AI model weights stolen by nation-state

Not Yet Testable · Security · 40% confidence
Predicted: February 2027 · Updated: 2026-04-03 · Source: ai-2027.com, page 11 + Appendix D
CCP leadership recognizes the importance of Agent-2 and tells their spies and cyberforce to steal the weights. (page 11; Appendix D provides detailed theft mechanics.)

What AI 2027 Predicted

The scenario predicts that a nation-state actor successfully steals the weights of a frontier AI model from a US lab. This is framed as a near-inevitable consequence of the enormous strategic value of frontier models combined with inadequate security at AI labs.

How We Track This

We monitor:

  • Cybersecurity incident reports involving AI companies
  • Nation-state cyber capability assessments
  • AI lab security standards and audits (e.g., RAND SL4-5 standards)
  • Intelligence community assessments of AI-related espionage

Current Evidence

No public evidence of frontier model weight theft. Google’s Cybersecurity Forecast 2026 highlights rising AI-driven threats and expanding nation-state cyber activity. CrowdStrike reports an 89% increase in AI-enabled adversary operations. Kiteworks’ 2026 report notes “growing evidence that attackers are using AI to run end-to-end operations with minimal human involvement.” North Korean-linked actors found embedding malicious code in open-source AI packages (Socket.dev). AI 2027’s own security forecast notes “we expect security to be less of a priority through 2025.” RAND assessments confirm no US AI lab meets SL4-5 security standards. Prediction is plausible but unverifiable — the defining feature of espionage.

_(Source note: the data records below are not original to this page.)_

/**
 * Cheap proven lower bounds on OPT_k, the smallest room total of any k-set (proofs and sources
 * in docs/bounds.md; all are checked against brute force in tests/engine/bounds.test.ts):
 *
 *  - bound 1 (supermodular bound at any evaluated set S, identity 6 of docs/engine.md):
 *    OPT_k >= F(S) - (sum of the k largest gains at S); collected by the planners (recordBound).
 *  - bound 2 (pair bound, partial enumeration of the first starter): order the people by their
 *    single total; every k-set A has a first member a in that order and the rest of A lies after
 *    a, so F(A) >= F({a}) - sum of the k - 1 largest ρ_b({a}) over b after a, with
 *    ρ_b({a}) = F({a}) - F({a, b}) from all pair totals (identity 4). OPT_k >= min over a.
 *    Cost O(n^2 log n) after the ergodic fundamental matrix.
 *  - bound 3 (one-hop bound per person): a person i who is not briefed needs one hop, and a
 *    second one unless the first question reaches a starter: h_i >= 2 - P_i(A), so
 *    OPT_k >= 2 (n - k) - (sum of the k largest column sums of P off the diagonal). O(n^2).
 * Bounds are in raw hops (laziness 0) and scaled by 1 / (1 - laziness) when recorded.
 */
import { allPairsTotals } from './pairs';
import type { Csr } from './graph';
import type { PlanContext } from './plan-context';

/** Rooms up to this size get bound 2 after a heuristic plan (it needs all pair totals). */
export const PAIR_BOUND_LIMIT = 300;

export interface FirstStarterBound {
  /** First starters in the enumeration order (ascending single total, then input order). */
  readonly order: number[];
  /** bound[p]: proven raw lower bound on every k-set whose first member is order[p]. */
  readonly bound: Float64Array;
}

/**
 * Bound 2 for every first starter, or null without ergodic data on an irreducible walk.
 * Only allowed people are enumerated (required people only raise the optimum).
 */
export function firstStarterBounds(ctx: PlanContext, k: number): FirstStarterBound | null {
  const e = ctx.ergodic();
  if (!e || !e.pi.every((v) => v > 0)) return null;
  const { n, allowed } = ctx;
  const scale = e.scale;
  const order = Array.from({ length: n }, (_, i) => i)
    .filter((i) => allowed[i])
    .sort((a, b) => e.singleTotals[a] - e.singleTotals[b] || a - b);
  const bound = new Float64Array(order.length);
  const pairs = k >= 2 ? allPairsTotals(e) : null;
  const gains = new Float64Array(order.length);
  for (let p = 0; p < order.length; p++) {
    const a = order[p];
    const fa = e.singleTotals[a] / scale;
    const rest = order.length - p - 1;
    if (rest < k - 1) {
      bound[p] = Infinity;
      continue;
    }
    if (!pairs) {
      bound[p] = fa;
      continue;
    }
    for (let q = p + 1; q < order.length; q++) gains[q - p - 1] = Math.max(0, fa - pairs[a * n + order[q]] / scale);
    const g = gains.subarray(0, rest).sort().reverse();
    let s = 0;
    for (let q = 0; q < k - 1; q++) s += g[q];
    bound[p] = fa - s;
  }
  return { order, bound };
}

/** Bound 3 (raw hops): 2 (n - k) - the k largest off-diagonal column sums of the walk. */
export function oneHopBound(ctx: PlanContext): number {
  const { n, k } = ctx;
  const p1 = ctx.p1();
  const col = new Float64Array(n);
  for (let i = 0; i < n; i++) {
    const r = i * n;
    for (let j = 0; j < n; j++) if (j !== i) col[j] += p1[r + j];
  }
  col.sort();
  let top = 0;
  for (let q = 0; q < k; q++) top += col[n - 1 - q];
  return 2 * (n - k) - top;
}

/**
 * Bound 3 from the sparse walk in O(m), equal to oneHopBound: the off-diagonal column sum of
 * P at j is (n - 1) b / n from mixing plus (1 - b) w_ij / s_i over ties i -> j with i != j
 * (a person without ties keeps the walk, which lands on the diagonal only).
 */
export function oneHopBoundSparse(ctx: PlanContext): number {
  const { n, k, room } = ctx;
  const col = offDiagonalColumnSums(room.csr, room.mixing);
  col.sort();
  return 2 * (n - k) - largestSum(col, k);
}

/** Off-diagonal column sums of P (one loop per function: see linalg/sparse-ldl.ts on compiled code). */
function offDiagonalColumnSums(csr: Csr, b: number): Float64Array {
  const n = csr.n;
  const col = new Float64Array(n).fill(((n - 1) * b) / n);
  for (let i = 0; i < n; i++) {
    const s = csr.outStrength[i];
    if (!(s > 0)) continue;
    const f = (1 - b) / s;
    for (let e = csr.rowStart[i]; e < csr.rowStart[i + 1]; e++) if (csr.col[e] !== i) col[csr.col[e]] += f * csr.weight[e];
  }
  return col;
}

/** Sum of the k last entries of a sorted array, largest first. */
function largestSum(sorted: Float64Array, k: number): number {
  let top = 0;
  for (let q = 0; q < k; q++) top += sorted[sorted.length - 1 - q];
  return top;
}

/** Adds bounds 2 and 3 (scaled) to the context's bounds; dense rooms up to PAIR_BOUND_LIMIT people. */
export function addQuickBounds(ctx: PlanContext): void {
  if (ctx.n > PAIR_BOUND_LIMIT) return;
  const scale = 1 / (1 - ctx.room.laziness);
  ctx.bounds.push(oneHopBound(ctx) * scale);
  const fb = firstStarterBounds(ctx, ctx.k);
  if (!fb) return;
  let lb = Infinity;
  for (let p = 0; p < fb.bound.length; p++) lb = Math.min(lb, fb.bound[p]);
  if (Number.isFinite(lb)) ctx.bounds.push(lb * scale);
}
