import assert from 'node:assert/strict';
import { describe, it } from 'node:test';
import seedrandom from 'seedrandom';
import { toCsr } from '../../shared/engine/graph';
import {
  buildAliasRows,
  chunkRanges,
  mergePartials,
  runGenerator,
  runState,
  simulate,
  simulateRange,
} from '../../shared/engine/simulate/index';
import { simulateInPool } from '../../shared/engine/simulate/pool';
import { karate, lesMiserables, randomDirected } from './simulate-fixtures';

describe('random streams', () => {
  it('run r of seed s uses seedrandom xor128 from a state derived from (s, r)', () => {
    const g = runGenerator('abc', 5);
    const ref = seedrandom.xor128('', { state: runState('abc', 5) });
    for (let k = 0; k < 100; k++) assert.equal(g(), ref());
    assert.notDeepEqual(runState('abc', 5), runState('abc', 6));
    assert.notDeepEqual(runState('abc', 5), runState('abd', 5));
    // numbers and their decimal text name the same stream
    assert.deepEqual(runState(42, 0), runState('42', 0));
  });

  it('the walk kernel draws exactly the xor128 stream: a plain reference walker gives the same paths', () => {
    const graph = randomDirected(15, 45, 3);
    const starters = [2, 9];
    const laziness = 0.25;
    const mixing = 0.1;
    const s = simulate(graph, starters, 4, 'ref', { laziness, mixing, samples: 4 });
    const csr = toCsr(graph);
    const alias = buildAliasRows(csr);
    const n = graph.ids.length;
    for (const cascade of s.samples) {
      const rand = runGenerator('ref', cascade.run);
      for (let k = 0; k < cascade.people.length; k++) {
        let v = cascade.people[k];
        const walk = [v];
        while (!starters.includes(v)) {
          if (rand() < laziness) {
            walk.push(v);
            continue;
          }
          if (rand() < mixing) {
            v = Math.floor(rand() * n);
            walk.push(v);
            continue;
          }
          const start = csr.rowStart[v];
          const x = rand() * (csr.rowStart[v + 1] - start);
          const e = start + Math.floor(x);
          v = x - Math.floor(x) < alias.keep[e] ? alias.col[e] : alias.alias[e];
          walk.push(v);
        }
        assert.deepEqual(Array.from(cascade.path.subarray(cascade.pathStart[k], cascade.pathStart[k + 1])), walk);
      }
    }
  });
  it('without laziness and mixing two walks advance side by side, in the documented order', () => {
    const graph = randomDirected(20, 70, 5);
    const starters = [4, 13];
    const s = simulate(graph, starters, 3, 'pair', { samples: 3 });
    const csr = toCsr(graph);
    const alias = buildAliasRows(csr);
    const hop = (v: number, u: number) => {
      const start = csr.rowStart[v];
      const x = u * (csr.rowStart[v + 1] - start);
      const e = start + Math.floor(x);
      return x - Math.floor(x) < alias.keep[e] ? alias.col[e] : alias.alias[e];
    };
    for (const cascade of s.samples) {
      const rand = runGenerator('pair', cascade.run);
      const walkers = Array.from(cascade.people);
      const paths: number[][] = walkers.map((v) => [v]);
      const done = (q: number) => starters.includes(paths[q][paths[q].length - 1]);
      let next = 0;
      let a: number | null = next++;
      let b: number | null = next < walkers.length ? next++ : null;
      while (a !== null && b !== null) {
        if (done(a)) {
          if (next >= walkers.length) {
            a = b;
            b = null;
            break;
          }
          a = next++;
        }
        if (done(b)) {
          if (next >= walkers.length) {
            b = null;
            break;
          }
          b = next++;
        }
        const ua = rand();
        const ub = rand();
        paths[a].push(hop(paths[a].at(-1)!, ua));
        paths[b].push(hop(paths[b].at(-1)!, ub));
      }
      while (a !== null && !done(a)) paths[a].push(hop(paths[a].at(-1)!, rand()));
      for (let q = 0; q < walkers.length; q++) {
        assert.deepEqual(Array.from(cascade.path.subarray(cascade.pathStart[q], cascade.pathStart[q + 1])), paths[q]);
        assert.equal(cascade.hops[q], paths[q].length - 1);
      }
    }
  });
});

describe('the same seed gives the same rehearsal', () => {
  const graph = lesMiserables();
  const starters = [11, 48, 55];

  it('twice in a row, bit for bit; another seed differs', () => {
    const a = simulate(graph, starters, 1500, 9, { samples: 1 });
    const b = simulate(graph, starters, 1500, 9, { samples: 1 });
    assert.deepEqual(a, b);
    // keeping sample cascades does not change the numbers
    assert.deepEqual(simulate(graph, starters, 1500, 9, { samples: 0 }).mean, a.mean);
    assert.deepEqual(
      simulate(graph, starters, 1500, 9, { samples: 0, laziness: 0.1 }).mean,
      simulate(graph, starters, 1500, 9, { samples: 5, laziness: 0.1 }).mean,
    );
    assert.notDeepEqual(simulate(graph, starters, 1500, 10).mean, a.mean);
  });

  it('merging partials in any order gives the same result; single-run partials agree with one range (Chan et al. 1979)', () => {
    const ranges = [
      { from: 0, to: 300 },
      { from: 300, to: 350 },
      { from: 350, to: 1000 },
    ];
    const parts = ranges.map((r) => simulateRange(graph, starters, {}, 'm', r.from, r.to));
    const forward = mergePartials(parts);
    assert.deepEqual(mergePartials([parts[2], parts[0], parts[1]]), forward);
    const one = simulateRange(graph, starters, {}, 'm', 0, 200);
    const single = mergePartials(Array.from({ length: 200 }, (_, r) => simulateRange(graph, starters, {}, 'm', r, r + 1)));
    for (let i = 0; i < graph.ids.length; i++) {
      assert.ok(Math.abs(single.mean[i] - one.mean[i]) <= 1e-9 * Math.max(1, one.mean[i]));
      assert.ok(Math.abs(single.m2[i] - one.m2[i]) <= 1e-9 * Math.max(1, one.m2[i]));
    }
    assert.deepEqual(single.histogram.subarray(0, 50), one.histogram.subarray(0, 50));
    assert.equal(single.hops, one.hops);
    assert.throws(() => mergePartials([parts[0], parts[2]]), /missing or overlap/);
  });

  it('chunks depend on the room size and run count only', () => {
    assert.deepEqual(chunkRanges(2500, 300), [
      { from: 0, to: 666 },
      { from: 666, to: 1332 },
      { from: 1332, to: 1998 },
      { from: 1998, to: 2500 },
    ]);
    assert.deepEqual(chunkRanges(3, 1e6), [
      { from: 0, to: 1 },
      { from: 1, to: 2 },
      { from: 2, to: 3 },
    ]);
  });

  it('identical in this thread and on 1 or 2 piscina workers (run through tsx)', async () => {
    const room = karate();
    // 30 000 runs on 34 people: five chunks, so two workers really share the work
    const local = simulate(room, [0, 33], 30_000, 'pool', { laziness: 0.2 });
    const one = await simulateInPool(room, [0, 33], 30_000, 'pool', { laziness: 0.2 }, 1);
    const two = await simulateInPool(room, [0, 33], 30_000, 'pool', { laziness: 0.2 }, 2);
    assert.ok(chunkRanges(30_000, 34).length >= 5);
    assert.deepEqual(one, local);
    assert.deepEqual(two, local);
  });
});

Defense Investments: OpenAI’s Stargate project (~10GW planned capacity) includes enhanced security measures for frontier model infrastructure. OpenAI’s for-profit restructuring (announced October 2025) creates additional corporate governance and audit obligations that may improve security posture. These represent concrete SL3-level infrastructure investments on the defense side of the theft equation.

Sources:

Counterevidence & Limitations

  • By definition, successful espionage may never become public
  • Open-source models (Llama, DeepSeek) reduce the marginal value of theft
  • AI labs may have better security than RAND assessments suggest
  • China’s domestic capabilities (GLM-5, DeepSeek V4) may reduce the need for theft

What Would Change Our Assessment

  • Upgrade to “emerging”: Credible reports of attempted model theft or major security breaches at AI labs
  • Upgrade to “confirmed”: Public evidence or credible intelligence reports of successful weight theft
  • Maintain at “not-yet-testable”: Absence of evidence is not evidence of absence

Update History

DateUpdate
2026-03Prediction timeframe not yet reached (February 2027). No public evidence of nation-state model weight theft. Anthropic espionage incident and growing security concerns validate the threat model.